No doubt some eying a new broker on board may have expected a placing to support the Trustream purchase, or envisage that happening in the near future.

In the past, the CEO has told me that he wouldn’t want to raise at the levels the shares have been trading at and that there are other options open which has clearly been born out by the financing of the Trustream deal, which has been achieved by a combination of cash and debt.

In relation to the latter, he says that the company has seen strong support from its bank Santander with a new £8m facility in place which was previously an acquisition based revolving facility.

The newly agreed facility provides a working capital element, which although not needed, is, according to Binks very well structured and highly favourable to Sys.

He also says that given how well they generate cash without paying a dividend, they will be paying down the loan, although the bank has taken away the payment profile which means they actually don’t have repayment’s due on that for five years.

This provides the company with flexible options regarding further acquisitions, so it would appear that whilst a future placing may not be ruled out, it seems highly unlikely that it would be done anytime soon or at the kind of levels currently seen for the share price. Expanding and speaking on the staff and culture at Sys, Binks says that they have a highly switched on and motivated team and they have just implemented a pay increase across the group as of the beginning of April.

This, he says, has been higher than what they have done in the past but it demonstrates commitment to their staff. “I think everybody has really had to do that and if they haven’t, they will suffer much higher levels of turnover that have been seen across many other industries. In the first quarter of the year we did see a higher level of people churn at the lower level of the ranks and it has been obvious that it is a candidate’s market. Having said that, we operate a strict recruitment practice and we are quite firm on that aspect”.


To this end, the CEO tells me that culture and a culture fit is something of a prerequisite across the business and that in the interview process at the very outset would be candidates have to submit a video of themselves before proceeding to next stage.

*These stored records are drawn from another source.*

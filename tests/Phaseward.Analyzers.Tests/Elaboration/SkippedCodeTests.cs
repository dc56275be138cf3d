using System;
using System.Linq;
using Phaseward.Checking;

namespace Phaseward.Analyzers.Tests.Elaboration;

/// <summary>
/// Code the elaborator does not run (a branch whose condition is unknown, a call on an object or delegate that is not
/// known) may have written state, or jumped out of where it stands. What it may have written must read as unknown
/// afterwards, and what it may have jumped over must be skipped: never read as it was before. Before, only the
/// variables named in the skipped code itself were made unknown: a field written by a method it calls, a captured
/// local written by a delegate called later, a collection changed through another name, the rest of a method after a
/// skipped <c>return</c> or of a loop after a skipped <c>break</c> were all read or run as if nothing had been skipped,
/// with no finding beyond the PW9001 at the unknown value.
/// </summary>
/// <remarks>
/// The oracle is the design compiled and run by .NET: <c>Environment.ProcessorCount &gt; 0</c> is true on every machine,
/// so the run-time netlist shows the value the skipped code makes, which the elaborator cannot know and must not
/// replace with the value from before.
/// </remarks>
public class SkippedCodeTests
{
    private const string Unknown = "System.Environment.ProcessorCount > 0";

    private const string Declarations = """
        public sealed class Box { public static int Made = 2; public void Set() => Made = 6; }
        public sealed class Cell { public int V = 1; }
        public static class Holder<T> { public static int Value = 2; public static void Set() => Value = 6; }
        public sealed class Tally<T> { public static int Made; static Tally() { Made = 2; } public void Set() => Made = 7; }
        """;

    private const string Members = """
        private int extra = 1;
        private int other = 3;
        private readonly System.Collections.Generic.List<int> marks = new();
        private event System.Action? Fired;
        private void Bump() => extra = 7;
        private int Twice() { extra = 8; return 2; }
        private void Mark() => marks.Add(1);
        private static void Add(ref int x) => x += 10;
        private ref int Pick() => ref other;
        private int Risky() { if (System.Environment.ProcessorCount > 0) throw new System.InvalidOperationException(); return 5; }
        """;

    [Theory]
    // a method the skipped code calls writes a field
    [InlineData("if (" + Unknown + ") Bump(); count = extra;", 7)]
    [InlineData("for (var i = 0; i < System.Environment.ProcessorCount; i++) Bump(); count = extra;", 7)]
    [InlineData("switch (System.Environment.ProcessorCount) { case > 0: Bump(); break; } count = extra;", 7)]
    [InlineData("var n = " + Unknown + " ? 1 : 2; var w = n switch { 1 => Twice(), _ => 0 }; count = extra;", 8)]
    [InlineData("var ok = " + Unknown + " && Twice() > 0; count = extra;", 8)]
    [InlineData("var w = (" + Unknown + " ? 1 : 0) + Twice(); count = extra;", 8)]
    [InlineData("try { if (" + Unknown + ") Bump(); } finally { } count = extra;", 7)]
    // a static of another type, on its first use
    [InlineData("var box = new Box(); if (" + Unknown + ") box.Set(); count = Box.Made;", 6)]
    // a static of a generic type's construction, first made in (or after) the skipped code
    [InlineData("if (" + Unknown + ") Holder<int>.Value = 6; count = Holder<int>.Value;", 6)]
    [InlineData("if (" + Unknown + ") Holder<string>.Set(); count = Holder<string>.Value;", 6)]
    [InlineData("if (" + Unknown + ") new Tally<long>().Set(); count = Tally<long>.Made;", 7)]
    // a call on an object that is not known
    [InlineData("var box = new Box(); if (" + Unknown + ") box = new Box(); box.Set(); count = Box.Made;", 6)]
    [InlineData("var box = " + Unknown + " ? new Box() : null; box?.Set(); count = Box.Made;", 6)]
    [InlineData("var a = new Cell(); var b = new Cell(); var pick = " + Unknown + " ? a : b; pick.V = 6; count = a.V;", 6)]
    // a delegate that is not known, called later
    [InlineData("System.Action a = " + Unknown + " ? () => count = 7 : () => count = 8; count = 5; a();", 7)]
    [InlineData("System.Action a = () => count = 7; if (" + Unknown + ") a = () => count = 9; count = 5; a();", 9)]
    [InlineData("System.Action a = () => count = 7; if (" + Unknown + ") a = Bump; extra = 5; a(); count = extra;", 7)]
    [InlineData("System.Action a = " + Unknown + " ? Bump : () => { }; extra = 5; a.Invoke(); count = extra;", 7)]
    [InlineData("var acts = new System.Collections.Generic.List<System.Action> { Bump }; if (" + Unknown + ") acts.Add(() => extra = 9); extra = 5; foreach (var a in acts) a(); count = extra;", 9)]
    [InlineData("Fired += Bump; if (" + Unknown + ") Fired = null; extra = 5; Fired?.Invoke(); count = extra;", 5)]
    // a collection changed through another name
    [InlineData("var view = marks; if (" + Unknown + ") Mark(); count = view.Count + 3;", 4)]
    // a jump out of the skipped code: what it would have skipped is skipped too
    [InlineData("if (!(" + Unknown + ")) return;", 3)]
    [InlineData("count = Pick(); int Pick() { if (" + Unknown + ") return 5; return 6; }", 5)]
    [InlineData("for (var i = 0; i < 3; i++) { if (" + Unknown + " && i == 1) break; count++; }", 4)]
    [InlineData("for (var i = 0; i < 3; i++) { if (" + Unknown + " && i == 1) continue; count++; }", 5)]
    [InlineData("var k = 0; foreach (var n in new[] { 1, 2 }) { if (n > 1 && " + Unknown + ") break; k++; } count = k;", 1)]
    [InlineData("switch (count) { case 3: if (" + Unknown + ") break; count = 9; break; } count++;", 4)]
    [InlineData("try { if (" + Unknown + ") throw new System.InvalidOperationException(); count = 5; } catch (System.InvalidOperationException) { count = 6; }", 6)]
    [InlineData("try { count = Risky(); count += 1; } catch (System.InvalidOperationException) { count = 9; }", 9)]
    [InlineData("try { Bump(); foreach (var k in new[] { 1, 2 }) Risky(); extra = 2; } catch (System.InvalidOperationException) { } count = extra;", 7)]
    public void WhatSkippedCodeMayHaveChangedIsNeverReadAsBefore(string statements, int stagesAtRunTime)
    {
        var designs = Designs(statements);
        Assert.Equal(stagesAtRunTime, designs.RunTime("Skipped.D").Devices.Count(IsStage));

        var compileTime = designs.CompileTime("Skipped.D");
        var issue = Assert.Single(compileTime.Issues);
        Assert.Equal(RuleCatalog.NotElaborated.Id, issue.RuleId);
        Assert.DoesNotContain(compileTime.Netlist!.Devices, IsStage);
    }

    [Theory]
    // a write the elaborator cannot make (reported there): what it would have changed is not read as before
    [InlineData("var arr = new[] { 1 }; Add(ref arr[0]); count = arr[0] + 3;", 14, "this ref/out argument")]
    [InlineData("var t = (a: 1, b: 2); t.a += 10; count = t.a;", 11, "this assignment target")]
    [InlineData("Pick() = 7; count = other;", 7, "this assignment target")]
    public void WhatAWriteTheElaboratorCannotMakeWouldChangeIsUnknown(string statements, int stagesAtRunTime, string reported)
    {
        var designs = Designs(statements);
        Assert.Equal(stagesAtRunTime, designs.RunTime("Skipped.D").Devices.Count(IsStage));

        var compileTime = designs.CompileTime("Skipped.D");
        var issue = Assert.Single(compileTime.Issues);
        Assert.Equal(RuleCatalog.NotElaborated.Id, issue.RuleId);
        Assert.Equal(reported, issue.Arguments[0]);
        Assert.DoesNotContain(compileTime.Netlist!.Devices, IsStage);
    }

    [Theory]
    // what the skipped code cannot have written stays known: the netlist is the run-time one
    [InlineData("if (" + Unknown + ") Bump(); count = other + 1;")]
    [InlineData("if (" + Unknown + ") Bump(); count = 4;")]
    [InlineData("var list = new System.Collections.Generic.List<int> { 1, 2 }; if (" + Unknown + ") extra = 2; count = list.Count + 2;")]
    [InlineData("if (" + Unknown + ") extra = 2; count = Holder<int>.Value + 2;")]
    [InlineData("if (" + Unknown + ") Mark(); var fresh = new System.Collections.Generic.List<int> { 1 }; count = fresh.Count + 4;")]
    [InlineData("for (var i = 0; i < 2; i++) { if (" + Unknown + ") { var local = 1; local++; } count++; }")]
    [InlineData("if (" + Unknown + ") { foreach (var n in new[] { 1 }) { if (n > 0) break; } } count = 5;")]
    [InlineData("var strict = " + Unknown + "; if (strict && other < 0) throw new System.ArgumentException(\"checked\"); count = 4;")]
    public void WhatSkippedCodeCannotHaveChangedStaysKnown(string statements)
        => ParityTests.AssertParity(Designs(statements), "Skipped.D", allowNotElaborated: true);

    private static bool IsStage(Netlists.Device device) => device.Name.StartsWith("s", StringComparison.Ordinal);

    private static InMemoryDesigns Designs(string statements)
        => new(("/skipped/D.cs", InverterChainDesign.Source("Skipped", Declarations, Members, statements)));
}
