/// <summary>
/// PW1001 (latches transparent in the same phase in series). Two fixes, both local to latch B's call:
/// <list type="bullet">
/// <item>"Switch 'B' to clk.Low": B's phase argument becomes the complementary phase (<c>x.High</c> ↔ <c>x.Low</c>,
/// <c>p.Complement</c> → <c>p</c>, any other phase expression <c>p</c> → <c>p.Complement</c>).</item>
/// <item>When B is a register's master: "Insert a latch on clk.High before 'R'": the register's data <c>d</c> becomes
/// <c>c.Inverter(c.DynamicLatch(d, clk.High))</c> (<c>StaticLatch</c> for a static register). A latch inverts its
/// data; the inverter restores the polarity the register had.</item>
/// </list>
/// A fix is offered only when its result is unambiguous: the diagnostic sits on B's own DSL call, that call runs
/// once (directly in Describe: not in a helper method, a loop, a local function or a lambda, where one call makes
/// several latches and one change would move them all), all of B's clocked gates come from that call, and B is not
/// its own source (a latch fed back to itself stays in its own window whatever its phase).
/// </summary>
[ExportCodeFixProvider(LanguageNames.CSharp, Name = nameof(SameWindowLatchesCodeFix)), Shared]
public sealed class SameWindowLatchesCodeFix : CodeFixProvider
{
    public override ImmutableArray<string> FixableDiagnosticIds { get; } = ImmutableArray.Create(RuleCatalog.SameWindowLatches.Id);

    public override FixAllProvider GetFixAllProvider() => FixAll.Instance;

    public override async Task RegisterCodeFixesAsync(CodeFixContext context)
    {
        var root = await context.Document.GetSyntaxRootAsync(context.CancellationToken).ConfigureAwait(false);
        var model = await context.Document.GetSemanticModelAsync(context.CancellationToken).ConfigureAwait(false);
        if (root is null || model is null)
            return;
        foreach (var diagnostic in context.Diagnostics)
        {
            if (Plan.For(diagnostic, root, model, context.CancellationToken) is not { } plan)
                continue;
            context.RegisterCodeFix(
                CodeAction.Create(plan.Title, ct => Apply(context.Document, new[] { plan }, ct), plan.EquivalenceKey),
                diagnostic);
        }
    }

    private static async Task<Document> Apply(Document document, IEnumerable<Plan> plans, CancellationToken cancellationToken)
    {
        var editor = await DocumentEditor.CreateAsync(document, cancellationToken).ConfigureAwait(false);
        foreach (var plan in plans)
            editor.ReplaceNode(plan.Target, plan.Replacement(editor.Generator).WithTriviaFrom(plan.Target));
        return editor.GetChangedDocument();
    }

    /// <summary>One fix: which node is replaced by what, and how the action is named.</summary>
    private sealed class Plan
    {
        private Plan(Diagnostic diagnostic, InvocationExpressionSyntax call, SyntaxNode target, System.Func<SyntaxGenerator, SyntaxNode> replacement,
            string title, string equivalenceKey)
        {
            Diagnostic = diagnostic;
            Call = call;
            Target = target;
            Replacement = replacement;
            Title = title;
            EquivalenceKey = equivalenceKey;
        }

        public Diagnostic Diagnostic { get; }

        /// <summary>B's call (several diagnostics may share it).</summary>
        public InvocationExpressionSyntax Call { get; }

        /// <summary>The expression the fix replaces (B's phase argument, or the register's data argument).</summary>
        public SyntaxNode Target { get; }

        public System.Func<SyntaxGenerator, SyntaxNode> Replacement { get; }

        public string Title { get; }

        public string EquivalenceKey { get; }

        public string TargetLatch => Property(Diagnostic, FindingPropertyKeys.TargetLatch) ?? string.Empty;

        public string SourceLatch => Property(Diagnostic, FindingPropertyKeys.SourceLatch) ?? string.Empty;

        public static Plan? For(Diagnostic diagnostic, SyntaxNode root, SemanticModel model, CancellationToken cancellationToken)
        {
            if (diagnostic.Id != RuleCatalog.SameWindowLatches.Id || !diagnostic.Location.IsInSource
                || diagnostic.Location.SourceTree != root.SyntaxTree)
                return null;
            var target = Property(diagnostic, FindingPropertyKeys.TargetLatch);
            var source = Property(diagnostic, FindingPropertyKeys.SourceLatch);
            if (string.IsNullOrEmpty(target) || target == source || Property(diagnostic, FindingPropertyKeys.PhaseSetByOneCall) != "true")
                return null;

            var span = diagnostic.Location.SourceSpan;
            var call = root.FindNode(span, getInnermostNodeForTie: true).FirstAncestorOrSelf<InvocationExpressionSyntax>();
            if (call is null || call.Span != span || !RunsOnce(call))
                return null;
            if (model.GetOperation(call, cancellationToken) is not IInvocationOperation invocation
                || invocation.TargetMethod.ContainingType is not { Name: "Circuit" } circuit
                || circuit.ContainingNamespace?.ToDisplayString() != "Phaseward"
                || invocation.Instance is null
                || call.Expression is not MemberAccessExpressionSyntax { Expression: var receiver })
                return null;

            return Property(diagnostic, FindingPropertyKeys.IsRegisterStage) == "true"
                ? InsertLatch(diagnostic, call, invocation, receiver, target!)
                : SwitchPhase(diagnostic, call, invocation, model, target!, cancellationToken);
        }

        private static Plan? SwitchPhase(Diagnostic diagnostic, InvocationExpressionSyntax call, IInvocationOperation invocation, SemanticModel model,
            string latch, CancellationToken cancellationToken)
        {
            if (invocation.TargetMethod.Name is not ("DynamicLatch" or "StaticLatch" or "TransmissionGate"))
                return null;
            var argument = invocation.Arguments.FirstOrDefault(a => IsDslType(a.Parameter?.Type, "Phase"));
            if (argument is null || argument.ArgumentKind != ArgumentKind.Explicit || argument.Syntax is not ArgumentSyntax { Expression: var phase })
                return null;
            var polarity = Property(diagnostic, FindingPropertyKeys.Polarity);
            var complement = Property(diagnostic, FindingPropertyKeys.ComplementPolarity);
            if (polarity is not ("High" or "Low") || complement is not ("High" or "Low") || polarity == complement)
                return null;

            // x.High / x.Low (x a Clock): the other member of the same clock expression.
            if (phase is MemberAccessExpressionSyntax { Name: IdentifierNameSyntax name } access
                && model.GetSymbolInfo(access, cancellationToken).Symbol is IPropertySymbol property)
            {
                if (IsDslType(property.ContainingType, "Clock") && (property.Name == "High" || property.Name == "Low"))
                {
                    if (property.Name != polarity)
                        return null; // the argument does not say what the finding says: leave it to the designer
                    var switched = access.WithName(SyntaxFactory.IdentifierName(complement).WithTriviaFrom(name));
                    return new Plan(diagnostic, call, phase, _ => switched,
                        $"Switch '{latch}' to {switched.WithoutTrivia()}", EquivalenceKeys.SwitchLatchPhase);
                }

                // p.Complement → p.
                if (IsDslType(property.ContainingType, "Phase") && property.Name == "Complement")
                {
                    var inner = access.Expression;
                    return new Plan(diagnostic, call, phase, _ => inner.WithoutTrivia(),
                        $"Switch '{latch}' to {inner.WithoutTrivia()}", EquivalenceKeys.SwitchLatchPhase);
                }
            }

            // Any other phase expression p → p.Complement.
            return new Plan(diagnostic, call, phase,
                g => g.MemberAccessExpression(phase.WithoutTrivia(), "Complement"),
                $"Switch '{latch}' to {phase.WithoutTrivia()}.Complement", EquivalenceKeys.SwitchLatchPhase);
        }

        private static Plan? InsertLatch(Diagnostic diagnostic, InvocationExpressionSyntax call, IInvocationOperation invocation, ExpressionSyntax receiver,
            string latch)
        {
            var latchMethod = invocation.TargetMethod.Name switch
            {
                "DynamicRegister" => "DynamicLatch",
                "StaticRegister" => "StaticLatch",
                _ => null,
            };
            var register = Property(diagnostic, FindingPropertyKeys.Register);
            // Only the master is fed from outside the register; the new latch takes the complement of its phase.
            var complementPolarity = Property(diagnostic, FindingPropertyKeys.ComplementPolarity);
            if (latchMethod is null || register is null || latch != register + ".master" || complementPolarity is not ("High" or "Low"))
                return null;
            var data = Explicit(invocation, "d");
            var clock = Explicit(invocation, "clock");
            // The clock and circuit expressions are repeated in the new code: only plain names, which read the same
            // value twice (a call such as c.ClockGate(...) would make a second clock).
            if (data is null || clock is null || !IsPlainName(clock) || !IsPlainName(receiver))
                return null;

            var phaseText = $"{clock.WithoutTrivia()}.{complementPolarity}";
            var latchKind = latchMethod == "DynamicLatch" ? "dynamic latch" : "static latch";
            return new Plan(diagnostic, call, data,
                g =>
                {
                    var newLatch = g.InvocationExpression(g.MemberAccessExpression(receiver.WithoutTrivia(), latchMethod),
                        data.WithoutTrivia(), g.MemberAccessExpression(clock.WithoutTrivia(), complementPolarity));
                    return g.InvocationExpression(g.MemberAccessExpression(receiver.WithoutTrivia(), "Inverter"), newLatch);
                },
                $"Insert a {latchKind} on {phaseText} before '{register}' (with an inverter, so the data keeps its polarity)",
                EquivalenceKeys.InsertLatchBeforeRegister);
        }

        private static ExpressionSyntax? Explicit(IInvocationOperation invocation, string parameter)
            => invocation.Arguments.FirstOrDefault(a => a.Parameter?.Name == parameter) is { ArgumentKind: ArgumentKind.Explicit, Syntax: ArgumentSyntax argument }
                ? argument.Expression
                : null;

        private static bool IsPlainName(ExpressionSyntax expression) => expression switch
        {
            IdentifierNameSyntax => true,
            ThisExpressionSyntax => true,
            MemberAccessExpressionSyntax { Name: IdentifierNameSyntax } access => IsPlainName(access.Expression),
            _ => false,
        };

        private static bool IsDslType(ITypeSymbol? type, string name)
            => type is not null && type.Name == name && type.ContainingNamespace?.ToDisplayString() == "Phaseward";

        /// <summary>True when the call sits directly in a Describe override, outside loops, local functions and lambdas.</summary>
        private static bool RunsOnce(SyntaxNode call)
        {
            foreach (var node in call.Ancestors())
            {
                switch (node)
                {
                    case ForStatementSyntax or ForEachStatementSyntax or WhileStatementSyntax or DoStatementSyntax
                        or LocalFunctionStatementSyntax or AnonymousFunctionExpressionSyntax:
                        return false;
                    case MethodDeclarationSyntax method:
                        return method.Identifier.ValueText == "Describe" && method.Modifiers.Any(SyntaxKind.OverrideKeyword)
                               && !method.DescendantNodes().OfType<GotoStatementSyntax>().Any();
                    case MemberDeclarationSyntax:
                        return false;
                }
            }

            return false;
        }
    }

    private static string? Property(Diagnostic diagnostic, string key)
        => diagnostic.Properties.TryGetValue(key, out var value) ? value : null;

    /// <summary>
    /// FixAll in a document. Fixes interact: switching B changes B's window for the latches B feeds. In a chain
    /// A→B→C all on one phase (PW1001 at B and at C), switching both B and C leaves B and C in one window again; so
    /// the latches are visited upstream first and a latch whose source has just been switched is left as it is
    /// (its finding is resolved by the source's switch). Diagnostics that share a call are fixed once.
    /// </summary>
    private sealed class FixAll : DocumentBasedFixAllProvider
    {
        public static readonly FixAll Instance = new();

        protected override string GetFixAllTitle(FixAllContext fixAllContext)
            => fixAllContext.CodeActionEquivalenceKey == EquivalenceKeys.InsertLatchBeforeRegister
                ? "Insert a latch of the complementary phase before every register that PW1001 reports in the document"
                : "Switch every latch that PW1001 reports in the document to its complementary phase";

        protected override async Task<Document?> FixAllAsync(FixAllContext fixAllContext, Document document, ImmutableArray<Diagnostic> diagnostics)
        {
            var root = await document.GetSyntaxRootAsync(fixAllContext.CancellationToken).ConfigureAwait(false);
            var model = await document.GetSemanticModelAsync(fixAllContext.CancellationToken).ConfigureAwait(false);
            if (root is null || model is null)
                return document;
            var plans = diagnostics
                .Select(d => Plan.For(d, root, model, fixAllContext.CancellationToken))
                .Where(p => p is not null && p.EquivalenceKey == fixAllContext.CodeActionEquivalenceKey)
                .Select(p => p!)
                .OrderBy(p => p.Call.SpanStart)
                .ToList();
            var chosen = fixAllContext.CodeActionEquivalenceKey == EquivalenceKeys.SwitchLatchPhase ? ChooseSwitches(plans) : OnePerCall(plans);
            return chosen.Count == 0 ? document : await Apply(document, chosen, fixAllContext.CancellationToken).ConfigureAwait(false);
        }

        private static List<Plan> OnePerCall(List<Plan> plans)
            => plans.GroupBy(p => p.Call).Select(g => g.First()).ToList();

        private static List<Plan> ChooseSwitches(List<Plan> plans)
        {
            // Group by latch: a latch is switched once, whatever number of sources it has.
            var byLatch = plans.GroupBy(p => p.TargetLatch).ToDictionary(g => g.Key, g => g.ToList());
            var undecided = new List<string>(plans.Select(p => p.TargetLatch).Distinct());
            var switched = new HashSet<string>();
            var chosen = new List<Plan>();
            while (undecided.Count > 0)
            {
                // Upstream first: a latch none of whose sources still waits for a decision; on a loop, the first in the document.
                var next = undecided.FirstOrDefault(l => byLatch[l].All(p => !undecided.Contains(p.SourceLatch))) ?? undecided[0];
                undecided.Remove(next);
                var group = byLatch[next];
                if (group.Any(p => switched.Contains(p.SourceLatch)))
                    continue;
                switched.Add(next);
                chosen.Add(group[0]);
            }

            return chosen.GroupBy(p => p.Target).Select(g => g.First()).ToList();
        }
    }
}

Looking ahead to June, Binks says that he is looking forward to undertaking the roadshow in conjunction with the new broker and sounds keen to boost Sys’s profile.

For what is essentially at present a micro cap business there are some impressive names on the shareholder list including Canaccord, Gresham, Herald and Downing which collectively account for close to 60% of the company.

Despite the shares rallying following the recent acquisition, Binks says that the valuation and price just isn’t at the level it should be.


Nevertheless, he believes that with them now having a good run rate number and maybe one or two more acquisitions to be secured, then that valuation will change.